In a previous column, we looked at the early-war B-24 Liberators that embraced a large glazed nosepiece with plenty of visibility for the bombardier and, perhaps naively, insufficient defensive firepower to discourage head-on attacks by fighters.
Japanese and German fighter pilots made head-on attacks with closing speeds sometimes exceeding 500 miles per hour. Eventually, production B-24s would feature a manned nose turret with rapid powered movement, two .50-caliber machine guns, and a sophisticated optical gunsight, but in early 1943 the first B-24 nose turret configuration was a successful cut-and-try experiment with existing greenhouse B-24Ds.
Credit for the design goes to Lt. Col. Marion Unruh of the 5th Bomb Group, an early Pacific user of Liberator bombers. He foresaw relocating the B-24D’s powered tailgun turret into the upper part of the nose. The idea offered several viable solutions simultaneously. It reallocated weight for a better overall weight-and-balance configuration for the B-24D. It gave the B-24 better forward firepower. And in the tail position, where enemy attacks did not have the rapid closing speed of frontal assaults, an open-air lightweight tailgun placement with a pair of .50-caliber guns on a simple post proved sufficient for defense.
The Hawaiian Air Depot undertook conversion of more than 200 greenhouse B-24Ds that received distinctive nose turret modifications for use in combat.

And at the Oklahoma City Air Depot, hands-on designers and mechanics rendered their own version of a B-24D with a nose turret, differing from the Hawaiian product by deepening the chin area to give the bombardier more room and side windows for situational awareness.
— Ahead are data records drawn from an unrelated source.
impl Intake {
    #[allow(missing_docs)]
    pub fn new(order: Order, operator: Option<String>, station: Option<String>) -> Intake {
        Intake {
            order,
            operator,
            station,
            ..Intake::default()
        }
    }

    /// The lot number, as soon as it is known.
    pub fn lot(&self) -> Option<&str> {
        self.lot.as_deref()
    }

    /// What is understood so far: name and value.
    pub fn fields(&self) -> Vec<(&'static str, String)> {
        let flat = |v: &Option<Option<String>>| v.clone().flatten();
        [
            (words::LOT, self.lot.clone()),
            (words::PART, self.part.clone()),
            (words::QUANTITY, self.quantity.map(|n| n.to_string())),
            (words::DATE_CODE, flat(&self.date_code)),
            (words::SUPPLIER, flat(&self.supplier)),
            (words::ORDER, flat(&self.purchase)),
            (words::OPERATOR, self.operator.clone()),
            (words::STATION, self.station.clone()),
        ]
        .into_iter()
        .filter_map(|(name, value)| Some((name, value?)))
        .collect()
    }

    /// What comes next, and what there is to say of it.
    pub fn next(&self, known: &dyn Known) -> (Outcome, Vec<Message>) {
        let want = |w| (Outcome::Want(w), Vec::new());
        if self.operator.is_none() {
            return want(Want::Operator);
        }
        if self.station.is_none() {
            return want(Want::Station);
        }
        if !self.scanned {
            return want(Want::Label);
        }
        if let Some(lot) = &self.lot
            && known.unfinished(lot)
        {
            return (Outcome::Resume(lot.clone()), Vec::new());
        }
        if let Some(doubt) = self.doubt(known) {
            return (Outcome::Want(Want::Word(doubt.0)), vec![doubt.1]);
        }
        let missing = [
            (self.part.is_none(), Want::Part),
            (self.lot.is_none(), Want::Lot),
            (self.quantity.is_none(), Want::Quantity),
            (self.date_code.is_none(), Want::DateCode),
            (self.supplier.is_none(), Want::Supplier),
            (self.purchase.is_none(), Want::Order),
        ];
        if let Some((_, w)) = missing.iter().find(|(missing, _)| *missing) {
            return want(*w);
        }
        match self.identity() {
            Some(identity) => (Outcome::Ready(Box::new(identity)), Vec::new()),
            None => want(Want::Label),
        }
    }

    fn identity(&self) -> Option<Identity> {
        Some(Identity {
            lot: self.lot.clone()?,
            part: self.part.clone()?,
            quantity: self.quantity?,
            supplier: self.supplier.clone().flatten(),
            date_code: self.date_code.clone().flatten(),
            order: self.purchase.clone().flatten(),
            label: self.whole.clone(),
            scans: self.scans.clone(),
            operator: self.operator.clone()?,
            station: self.station.clone()?,
        })
    }

    /// The first thing that a person has to answer for and has not.
    fn doubt(&self, known: &dyn Known) -> Option<(Doubt, Message)> {
        let open = |d: Doubt| !self.settled.contains(&d);
        if let Some(label) = self.label.as_ref().filter(|l| !l.confirm.is_empty())
            && open(Doubt::Label)
        {
            let all: Vec<&str> = label.confirm.iter().map(|n| n.text.as_str()).collect();
            return Some((
                Doubt::Label,
                Message::warn(words::to_confirm(&all.join("; "))),
            ));
        }
        if let Some(lot) = self.lot.as_ref().filter(|_| open(Doubt::Judged)) {
            let before = known.judged(lot);
            if !before.is_empty() {
                return Some((
                    Doubt::Judged,
                    Message::warn(words::judged_before(lot, &before)),
                ));
            }
        }
        let code = self.date_code.as_ref().and_then(Option::as_ref);
        if let (Some(code), Some(part)) = (code.filter(|_| open(Doubt::DateCode)), &self.part) {
            let most = known.limits(part).ok()?.conditions.date_code_age?;
            if let [week] = label::weeks(code).as_slice()
                && let Some(days) = week.days_before(known.today())
                && (days - 6) as f64 * 86_400.0 > most
            {
                let text = words::date_code_old(code, days / 7, most / 604_800.0);
                return Some((Doubt::DateCode, Message::warn(text)));
            }
        }
        None
    }

    /// Takes a line that answers `want`.
    pub fn line(&mut self, want: Want, line: &str, known: &dyn Known) -> Vec<Message> {
        let text = line.trim_matches(['\r', '\n', ' ', '\t']);
        match want {
            Want::Operator => self.name(text, words::OPERATOR, |s, v| s.operator = Some(v)),
            Want::Station => self.station(text, known),
            Want::Word(doubt) => self.word(doubt, text, known),
            Want::Label => self.scan(line, text, known),
            Want::Part | Want::Lot | Want::Quantity => {
                if text.is_empty() {
                    return vec![Message::warn(words::NEEDED)];
                }
                self.field(want, line, text, known)
            }
            Want::DateCode | Want::Supplier | Want::Order => {
                if text.is_empty() {
                    match want {
                        Want::DateCode => self.date_code = Some(None),
                        Want::Supplier => self.supplier = Some(None),
                        _ => self.purchase = Some(None),
                    }
                    return Vec::new();
                }
                self.field(want, line, text, known)
            }
        }
    }

    fn name(&mut self, text: &str, what: &str, set: fn(&mut Intake, String)) -> Vec<Message> {
        match fault_of(text) {
            Some(why) => vec![Message::warn(words::bad_name(what, &why))],
            None => {
                set(self, text.to_owned());
                Vec::new()
            }
        }
    }

    /// A text that names no file.
    fn text(&mut self, text: &str, set: fn(&mut Intake, String)) -> Vec<Message> {
        if text.is_empty() || text.chars().count() > 80 || text.chars().any(is_hidden) {
            return vec![Message::warn(words::NEEDED)];
        }
        set(self, text.to_owned());
        Vec::new()
    }

    fn station(&mut self, text: &str, known: &dyn Known) -> Vec<Message> {
        let all = known.stations();
        if all.iter().any(|s| s == text) {
            self.station = Some(text.to_owned());
            return Vec::new();
        }
        vec![Message::warn(words::unknown_station(
            text,
            &nearest(&all, text),
        ))]
    }

    fn word(&mut self, doubt: Doubt, text: &str, known: &dyn Known) -> Vec<Message> {
        if text.eq_ignore_ascii_case(YES) {
            self.settled.push(doubt);
            return Vec::new();
        }
        self.forget();
        if text.is_empty() {
            return vec![Message::plain(words::ANOTHER_REEL)];
        }
        self.scan(text, text, known)
    }

    /// Begins with the next reel.
    fn forget(&mut self) {
        *self = Intake::new(
            std::mem::take(&mut self.order),
            self.operator.take(),
            self.station.take(),
        );
    }

    /// The first scan of a reel.
    fn scan(&mut self, typed: &str, text: &str, known: &dyn Known) -> Vec<Message> {
        if text.is_empty() {
            return vec![Message::plain(words::SCAN_OR_TYPE)];
        }
        let label = match label::read(text) {
            Ok(label) => label,
            Err(why) if why.kind == label::ErrorKind::Ask => {
                // A bare word: it is asked for where it belongs.
                self.scanned = true;
                self.fill(known);
                return vec![Message::plain(words::WHICH_FIELD)];
            }
            Err(why) => return vec![Message::warn(words::refused(&why.to_string()))],
        };
        let mut said = self.take_label(typed, text, label, known);
        if said.iter().all(|m| m.tone != Tone::Bad) {
            self.scanned = true;
            self.fill(known);
        } else {
            said.push(Message::plain(words::ANOTHER_REEL));
            self.forget();
        }
        said
    }

    /// What the order says need not be asked for.
    fn fill(&mut self, known: &dyn Known) {
        let order = self.order.clone();
        if self.part.is_none()
            && let Some(part) = &order.part
        {
            self.part(part, known);
        }
        self.lot = self.lot.take().or(order.lot);
        self.quantity = self.quantity.or(order.quantity);
        self.supplier = self.supplier.take().or(order.supplier.map(Some));
        self.purchase = self.purchase.take().or(order.order.map(Some));
    }

    /// A label or a single code: what contradicts is said, and nothing of it kept.
    fn take_label(
        &mut self,
        typed: &str,
        text: &str,
        label: Label,
        known: &dyn Known,
    ) -> Vec<Message> {
        let mut said: Vec<Message> = label
            .notes
            .iter()
            .filter(|n| n.code != "trailer_missing" || label.fields.len() > 1)
            .map(|n| Message::quiet(n.text.clone()))
            .collect();
        let contradictions = self.contradictions(&label);
        if !contradictions.is_empty() {
            let all = contradictions.join("; ");
            return vec![Message::bad(words::contradicts(&all))];
        }
        for (what, found) in [(words::LOT, label.lot()), (words::PART, label.part())] {
            if let Found::Several(values) = found {
                return vec![Message::bad(words::several(what, &values.join(", ")))];
            }
        }
        let ahead = |code: &&str| match label::weeks(code).as_slice() {
            [week] => week.days_before(known.today()).is_some_and(|days| days < 0),
            _ => false,
        };
        if let Some(code) = label.date_code().one().filter(ahead) {
            return vec![Message::bad(words::date_code_ahead(code))];
        }
        said.extend(self.keep(&label, known));
        self.scans
            .push(typed.trim_end_matches(['\r', '\n']).to_owned());
        // One message holds the whole label; of several codes each is kept for itself.
        let envelope = label.fields.len() > 1;
        self.whole = (envelope && self.scans.len() == 1).then(|| text.to_owned());
        self.label = Some(label);
        said
    }

    fn contradictions(&self, label: &Label) -> Vec<String> {
        let or = |a: &Option<String>, b: &Option<String>| a.clone().or_else(|| b.clone());
        let part = or(&self.order.part, &self.part);
        let lot = or(&self.order.lot, &self.lot);
        let supplier = or(&self.order.supplier, &self.supplier.clone().flatten());
        let order = or(&self.order.order, &self.purchase.clone().flatten());
        let date_code = self.date_code.clone().flatten();
        let expected = Expected {
            part: part.as_deref(),
            lot: lot.as_deref(),
            quantity: self.order.quantity.or(self.quantity),
            date_code: date_code.as_deref(),
            supplier: supplier.as_deref(),
            order: order.as_deref(),
        };
        label::compare(label, &expected)
            .into_iter()
            .map(|m| words::contradiction(m.field, &m.on_label, &m.expected))
            .collect()
    }

    /// The fields of a label that agrees.
    fn keep(&mut self, label: &Label, known: &dyn Known) -> Vec<Message> {
        let mut said = Vec::new();
        if let Some(code) = label.date_code().one() {
            self.date_code = Some(Some(code.to_owned()));
        }
        if let Some(supplier) = label.supplier().one() {
            self.supplier = Some(Some(supplier.to_owned()));
        }
        if let Some(order) = label.order().one() {
            self.purchase = Some(Some(order.to_owned()));
        }
        match label.quantity() {
            Found::One(n) if n > 0 => self.quantity = Some(n),
            Found::Several(_) | Found::Unreadable(_) | Found::One(_) => {
                said.push(Message::warn(words::QUANTITY_UNCLEAR));
            }
            Found::Absent => {}
        }
        if let Some(lot) = label.lot().one() {
            said.extend(self.name(lot, words::LOT, |s, v| s.lot = Some(v)));
        }
        let numbers: Vec<&str> = label.values("P").chain(label.values("1P")).collect();
        let parts = known.parts();
        match numbers.iter().find(|n| parts.iter().any(|p| p == *n)) {
            Some(number) => said.extend(self.part(number, known)),
            None => {
                if let Some(number) = numbers.first() {
                    said.push(unknown_part(&parts, number));
                }
            }
        }
        said
    }

    fn part(&mut self, number: &str, known: &dyn Known) -> Vec<Message> {
        match known.limits(number) {
            Ok(_) => {
                self.part = Some(number.to_owned());
                Vec::new()
            }
            Err(why) => vec![Message::bad(why)],
        }
    }

    /// A field that was asked for, typed bare or scanned with its identifier; `=` in front says bare.
    fn field(&mut self, want: Want, typed: &str, text: &str, known: &dyn Known) -> Vec<Message> {
        let bare = text.strip_prefix('=');
        if bare.is_none()
            && let Ok(label) = label::read(text)
            && (label.fields.len() > 1 || answers(want, &label))
        {
            return self.take_label(typed, text, label, known);
        }
        let value = bare.unwrap_or(text).trim();
        match want {
            Want::Part => {
                let parts = known.parts();
                if !parts.iter().any(|p| p == value) {
                    return vec![unknown_part(&parts, value)];
                }
                if let Some(wanted) = self.order.part.as_deref().filter(|w| *w != value) {
                    let all = words::contradiction("part", value, wanted);
                    return vec![Message::bad(words::contradicts(&all))];
                }
                self.part(value, known)
            }
            Want::Lot => {
                if let Some(wanted) = self.order.lot.as_deref().filter(|w| *w != value) {
                    let all = words::contradiction("lot", value, wanted);
                    return vec![Message::bad(words::contradicts(&all))];
                }
                self.name(value, words::LOT, |s, v| s.lot = Some(v))
            }
            Want::Quantity => match value.parse::<u64>() {
                Ok(n) if (1..=1_000_000_000).contains(&n) => {
                    self.quantity = Some(n);
                    Vec::new()
                }
                _ => vec![Message::warn(words::QUANTITY_UNCLEAR)],
            },
            Want::DateCode => match label::weeks(value).as_slice() {
                [] => vec![Message::warn(words::date_code_unclear(value))],
                [week] if week.days_before(known.today()).is_some_and(|d| d < 0) => {
                    vec![Message::bad(words::date_code_ahead(value))]
                }
                _ => {
                    self.date_code = Some(Some(value.to_owned()));
                    Vec::new()
                }
            },
            Want::Supplier => self.text(value, |s, v| s.supplier = Some(Some(v))),
            Want::Order => self.text(value, |s, v| s.purchase = Some(Some(v))),
            _ => Vec::new(),
        }
    }
}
Consolidated Aircraft in San Diego and Ford Motor Co. in Willow Run, Michigan, wrestled with the best way to give future B-24 Liberators a nose turret on the production line. Although several iterations and modifications of the Consolidated tail turret would find their way into Consolidated’s early factory-built Liberators with nose turrets, Ford mastered the use of the new Emerson Electric turret, once intended as a B-24 tail turret, and now embraced as the optimal and available nose turret of choice for B-24s. The Emerson’s electric motors were said to give the gunner quicker responses when tracking an enemy aircraft.
The rush to produce nose-turreted B-24s gave Ford the honor of delivering the first Liberator so equipped from the factory on the last day of June 1943. It was a new Ford B-24H.

Even as depot-level rebuilding of B-24Ds to incorporate nose turrets began earlier that year, the manufacturers understood the need to introduce nose turrets for all future production Liberators. The threat from enemy fighters was real and the duration of the war was still an unknown date somewhere in the future.
Consolidated in San Diego and Ford in Willow Run adapted Liberators with nose turrets in 1943. The results gave a distinct look to the noses of Ford-built B-24s, different from that of Consolidated products. Both styles endured through the end of B-24 production in 1945.

Unlike the underslung chin turret that gave the B-17G frontal protection, nose turrets on B-24s added one more hump to inhibit forward visibility for Liberator pilots.

While the Army Air Forces (AAF) converted B-24Ds to accept nose turrets, the Navy took its own perspective on the problem of forward armament, and added the round Erco bow turret. (Yes, it’s the Navy, so it was a bow turret, not a nose turret!)

As 1943 roared into 1944 and 1945 before war’s end, the AAF grappled with issues of visibility, for pilots as well as bombardiers, brought about by the placement of vital nose turrets. The ultimate answer, conceived and applied to only eight single-tail B-24N models by Ford, was a new style of Emerson ball turret fitted into a nose that had many glazed panels.

That cleaner nose job was slated for incorporation on a production run of more than 5,000 B-24Ns, but the end of the war axed the contract in 1945.
And remember Marion Unruh, who helped pioneer the use of power turrets in the noses of B-24s? He went on to be a well-known, well-liked, aircraft homebuilder in Kansas. Unruh died in the crash of one of his aircraft in April 1968.


Thanks Fred for the article on B-24 nose turrets. My dad worked on B-24’s at the San Diego plant early in the war. He then joined and flew combat missions as a Navigator in B-24’s in Europe. He didn’t speak a lot about the war, but every-time he saw a B-24 he said he much preferred the H models when he was flying in combat. I think he felt it gave him the best chance to make it home.